Work required -
Pick every line from the data that holds the word "isWornOver".
····················
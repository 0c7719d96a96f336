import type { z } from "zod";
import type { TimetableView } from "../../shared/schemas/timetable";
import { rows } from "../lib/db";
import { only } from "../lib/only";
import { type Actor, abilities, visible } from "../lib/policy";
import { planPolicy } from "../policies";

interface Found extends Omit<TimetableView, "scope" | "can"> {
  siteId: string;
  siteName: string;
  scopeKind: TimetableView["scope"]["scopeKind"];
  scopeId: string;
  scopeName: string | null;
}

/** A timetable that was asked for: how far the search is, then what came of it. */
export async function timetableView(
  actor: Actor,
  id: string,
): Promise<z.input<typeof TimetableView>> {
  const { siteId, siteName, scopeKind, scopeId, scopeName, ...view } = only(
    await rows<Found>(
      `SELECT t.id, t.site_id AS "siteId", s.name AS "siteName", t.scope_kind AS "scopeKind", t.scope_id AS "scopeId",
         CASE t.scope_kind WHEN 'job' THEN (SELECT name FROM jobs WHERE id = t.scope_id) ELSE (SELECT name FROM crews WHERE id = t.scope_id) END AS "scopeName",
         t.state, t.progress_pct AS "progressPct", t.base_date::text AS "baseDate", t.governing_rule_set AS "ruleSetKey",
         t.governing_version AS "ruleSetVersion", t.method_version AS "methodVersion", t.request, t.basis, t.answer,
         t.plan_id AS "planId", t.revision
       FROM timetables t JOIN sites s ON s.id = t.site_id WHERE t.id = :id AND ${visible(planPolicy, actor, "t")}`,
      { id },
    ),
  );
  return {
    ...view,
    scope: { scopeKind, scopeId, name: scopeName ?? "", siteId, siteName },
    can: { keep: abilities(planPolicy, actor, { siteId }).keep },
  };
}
····················
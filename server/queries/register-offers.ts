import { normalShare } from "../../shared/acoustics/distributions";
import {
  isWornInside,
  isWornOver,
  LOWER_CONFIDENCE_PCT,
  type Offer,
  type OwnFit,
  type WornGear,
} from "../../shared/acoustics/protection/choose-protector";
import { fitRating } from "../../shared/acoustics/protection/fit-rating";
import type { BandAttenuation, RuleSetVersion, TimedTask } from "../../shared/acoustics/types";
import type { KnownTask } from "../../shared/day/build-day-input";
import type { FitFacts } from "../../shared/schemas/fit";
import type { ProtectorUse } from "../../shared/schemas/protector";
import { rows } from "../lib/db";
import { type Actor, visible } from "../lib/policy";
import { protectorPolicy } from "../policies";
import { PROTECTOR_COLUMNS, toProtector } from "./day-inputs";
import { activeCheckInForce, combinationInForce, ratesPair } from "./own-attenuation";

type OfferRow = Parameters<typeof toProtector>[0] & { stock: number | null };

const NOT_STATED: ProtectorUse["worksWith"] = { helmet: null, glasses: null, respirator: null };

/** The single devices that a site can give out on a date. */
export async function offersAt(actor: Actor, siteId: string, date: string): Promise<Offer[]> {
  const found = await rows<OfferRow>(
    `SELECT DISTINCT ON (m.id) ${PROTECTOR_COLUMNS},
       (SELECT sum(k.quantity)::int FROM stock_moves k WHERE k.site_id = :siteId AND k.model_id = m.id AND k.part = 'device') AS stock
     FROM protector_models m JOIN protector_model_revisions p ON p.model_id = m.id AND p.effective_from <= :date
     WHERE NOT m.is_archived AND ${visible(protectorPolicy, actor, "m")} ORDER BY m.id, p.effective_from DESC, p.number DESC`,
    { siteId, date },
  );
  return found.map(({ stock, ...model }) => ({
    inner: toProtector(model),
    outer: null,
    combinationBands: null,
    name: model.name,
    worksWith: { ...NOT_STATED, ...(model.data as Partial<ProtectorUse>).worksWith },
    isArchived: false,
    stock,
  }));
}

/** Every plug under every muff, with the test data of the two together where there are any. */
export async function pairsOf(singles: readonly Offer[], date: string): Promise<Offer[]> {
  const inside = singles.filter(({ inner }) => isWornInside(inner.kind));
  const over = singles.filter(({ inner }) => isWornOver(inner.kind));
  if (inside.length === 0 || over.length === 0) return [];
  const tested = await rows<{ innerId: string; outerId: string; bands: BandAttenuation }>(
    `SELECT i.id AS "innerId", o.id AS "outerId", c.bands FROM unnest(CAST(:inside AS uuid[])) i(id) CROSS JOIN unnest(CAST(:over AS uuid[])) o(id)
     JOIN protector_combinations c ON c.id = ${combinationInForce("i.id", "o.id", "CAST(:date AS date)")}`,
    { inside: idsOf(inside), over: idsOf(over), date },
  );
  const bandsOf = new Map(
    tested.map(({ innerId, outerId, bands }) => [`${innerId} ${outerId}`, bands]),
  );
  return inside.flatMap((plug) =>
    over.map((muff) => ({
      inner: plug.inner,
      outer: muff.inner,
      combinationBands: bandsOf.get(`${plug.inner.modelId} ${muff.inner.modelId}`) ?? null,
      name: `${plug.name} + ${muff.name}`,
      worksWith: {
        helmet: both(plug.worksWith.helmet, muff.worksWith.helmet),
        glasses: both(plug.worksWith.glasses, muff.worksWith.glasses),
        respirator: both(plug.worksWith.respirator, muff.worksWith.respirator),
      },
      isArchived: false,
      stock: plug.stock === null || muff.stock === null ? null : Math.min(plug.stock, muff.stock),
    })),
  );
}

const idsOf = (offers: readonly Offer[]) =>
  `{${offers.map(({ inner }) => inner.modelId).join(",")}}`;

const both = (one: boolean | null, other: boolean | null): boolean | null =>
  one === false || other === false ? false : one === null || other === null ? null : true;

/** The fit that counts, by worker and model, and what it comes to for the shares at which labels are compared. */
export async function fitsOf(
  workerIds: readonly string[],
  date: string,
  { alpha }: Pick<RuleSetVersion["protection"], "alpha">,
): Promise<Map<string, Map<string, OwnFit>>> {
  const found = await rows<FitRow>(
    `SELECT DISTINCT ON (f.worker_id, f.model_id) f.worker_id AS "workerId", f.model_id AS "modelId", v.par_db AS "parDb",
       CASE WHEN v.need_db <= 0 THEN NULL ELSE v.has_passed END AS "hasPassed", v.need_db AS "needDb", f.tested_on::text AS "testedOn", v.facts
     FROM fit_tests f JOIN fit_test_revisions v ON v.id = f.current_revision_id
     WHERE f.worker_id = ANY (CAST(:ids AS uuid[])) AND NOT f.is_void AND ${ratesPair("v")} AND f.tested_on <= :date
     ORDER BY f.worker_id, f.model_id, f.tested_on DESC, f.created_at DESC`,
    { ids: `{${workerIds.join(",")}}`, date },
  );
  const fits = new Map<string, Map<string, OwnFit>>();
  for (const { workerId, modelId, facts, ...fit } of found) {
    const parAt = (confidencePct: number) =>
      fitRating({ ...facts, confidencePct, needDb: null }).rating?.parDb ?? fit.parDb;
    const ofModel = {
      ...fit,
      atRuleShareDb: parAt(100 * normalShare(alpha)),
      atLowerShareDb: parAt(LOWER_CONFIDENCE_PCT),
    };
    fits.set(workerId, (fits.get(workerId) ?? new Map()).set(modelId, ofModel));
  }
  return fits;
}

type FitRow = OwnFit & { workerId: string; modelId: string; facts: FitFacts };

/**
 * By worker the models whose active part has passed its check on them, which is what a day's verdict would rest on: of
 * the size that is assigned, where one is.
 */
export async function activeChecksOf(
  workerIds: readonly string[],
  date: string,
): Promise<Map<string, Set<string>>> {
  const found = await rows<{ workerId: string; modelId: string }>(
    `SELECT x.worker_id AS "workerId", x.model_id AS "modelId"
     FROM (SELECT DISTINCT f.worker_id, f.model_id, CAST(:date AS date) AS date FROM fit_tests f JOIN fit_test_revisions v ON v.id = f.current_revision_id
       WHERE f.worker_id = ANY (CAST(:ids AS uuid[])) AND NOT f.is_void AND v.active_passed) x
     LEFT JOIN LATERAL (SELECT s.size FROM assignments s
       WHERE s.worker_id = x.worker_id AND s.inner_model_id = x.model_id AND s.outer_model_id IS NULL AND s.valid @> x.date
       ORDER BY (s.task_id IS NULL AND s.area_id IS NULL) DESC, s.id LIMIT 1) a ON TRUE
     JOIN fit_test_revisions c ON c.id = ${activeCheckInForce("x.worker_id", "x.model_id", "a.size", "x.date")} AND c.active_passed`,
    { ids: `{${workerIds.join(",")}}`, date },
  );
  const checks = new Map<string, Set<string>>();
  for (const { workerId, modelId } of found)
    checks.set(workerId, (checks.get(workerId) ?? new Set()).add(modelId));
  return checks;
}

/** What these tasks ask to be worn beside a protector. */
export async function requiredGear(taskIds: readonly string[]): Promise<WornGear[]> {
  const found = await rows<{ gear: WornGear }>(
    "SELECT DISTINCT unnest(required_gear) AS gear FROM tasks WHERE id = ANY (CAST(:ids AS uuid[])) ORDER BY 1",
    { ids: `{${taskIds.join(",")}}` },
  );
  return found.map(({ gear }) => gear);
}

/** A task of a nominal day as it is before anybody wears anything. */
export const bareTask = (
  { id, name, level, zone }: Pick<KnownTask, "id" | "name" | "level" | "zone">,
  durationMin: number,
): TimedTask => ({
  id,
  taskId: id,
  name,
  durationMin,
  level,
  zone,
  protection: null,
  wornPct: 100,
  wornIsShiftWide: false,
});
····················
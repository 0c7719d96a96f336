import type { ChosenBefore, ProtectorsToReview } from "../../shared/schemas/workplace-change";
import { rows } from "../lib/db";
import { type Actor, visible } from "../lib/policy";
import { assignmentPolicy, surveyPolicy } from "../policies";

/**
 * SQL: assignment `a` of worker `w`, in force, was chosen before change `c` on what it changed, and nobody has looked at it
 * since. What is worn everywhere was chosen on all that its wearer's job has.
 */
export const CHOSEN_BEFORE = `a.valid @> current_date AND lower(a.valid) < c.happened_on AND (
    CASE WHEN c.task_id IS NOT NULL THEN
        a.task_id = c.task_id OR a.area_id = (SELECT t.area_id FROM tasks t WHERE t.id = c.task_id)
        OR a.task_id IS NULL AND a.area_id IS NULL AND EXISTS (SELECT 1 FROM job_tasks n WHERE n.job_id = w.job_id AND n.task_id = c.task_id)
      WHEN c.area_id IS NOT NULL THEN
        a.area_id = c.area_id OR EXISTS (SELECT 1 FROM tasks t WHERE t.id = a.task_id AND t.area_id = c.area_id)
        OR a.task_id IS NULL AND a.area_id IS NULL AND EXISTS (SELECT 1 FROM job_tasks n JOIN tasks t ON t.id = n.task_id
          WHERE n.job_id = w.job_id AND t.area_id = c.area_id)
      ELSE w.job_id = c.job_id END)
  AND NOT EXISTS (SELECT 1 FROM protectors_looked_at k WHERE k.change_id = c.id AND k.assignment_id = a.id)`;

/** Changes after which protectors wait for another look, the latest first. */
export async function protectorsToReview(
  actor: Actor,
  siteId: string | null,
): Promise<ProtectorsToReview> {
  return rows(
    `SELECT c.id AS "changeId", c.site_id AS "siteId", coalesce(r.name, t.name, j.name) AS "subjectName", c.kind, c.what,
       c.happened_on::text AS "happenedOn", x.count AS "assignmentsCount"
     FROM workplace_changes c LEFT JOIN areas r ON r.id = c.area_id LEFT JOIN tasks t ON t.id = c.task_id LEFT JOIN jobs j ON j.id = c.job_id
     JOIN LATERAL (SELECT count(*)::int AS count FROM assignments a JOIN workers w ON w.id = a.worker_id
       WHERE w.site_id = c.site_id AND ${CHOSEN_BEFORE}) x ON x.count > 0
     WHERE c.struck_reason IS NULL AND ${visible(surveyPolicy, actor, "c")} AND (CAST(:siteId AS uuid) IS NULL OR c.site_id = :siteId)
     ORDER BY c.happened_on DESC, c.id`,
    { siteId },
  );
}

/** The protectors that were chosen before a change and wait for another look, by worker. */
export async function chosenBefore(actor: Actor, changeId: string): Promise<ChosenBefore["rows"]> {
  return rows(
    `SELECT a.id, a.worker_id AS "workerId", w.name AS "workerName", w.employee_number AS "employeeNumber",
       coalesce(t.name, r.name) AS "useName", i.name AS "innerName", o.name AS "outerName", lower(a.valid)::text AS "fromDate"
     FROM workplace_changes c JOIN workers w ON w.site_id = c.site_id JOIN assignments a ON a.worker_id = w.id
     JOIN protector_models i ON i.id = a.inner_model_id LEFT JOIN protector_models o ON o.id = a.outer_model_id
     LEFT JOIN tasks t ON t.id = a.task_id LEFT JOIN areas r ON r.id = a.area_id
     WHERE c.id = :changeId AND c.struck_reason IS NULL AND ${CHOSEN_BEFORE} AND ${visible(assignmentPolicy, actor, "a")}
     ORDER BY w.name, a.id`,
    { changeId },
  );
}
····················
Written answer -
  isWornOver,
  const over = singles.filter(({ inner }) => isWornOver(inner.kind));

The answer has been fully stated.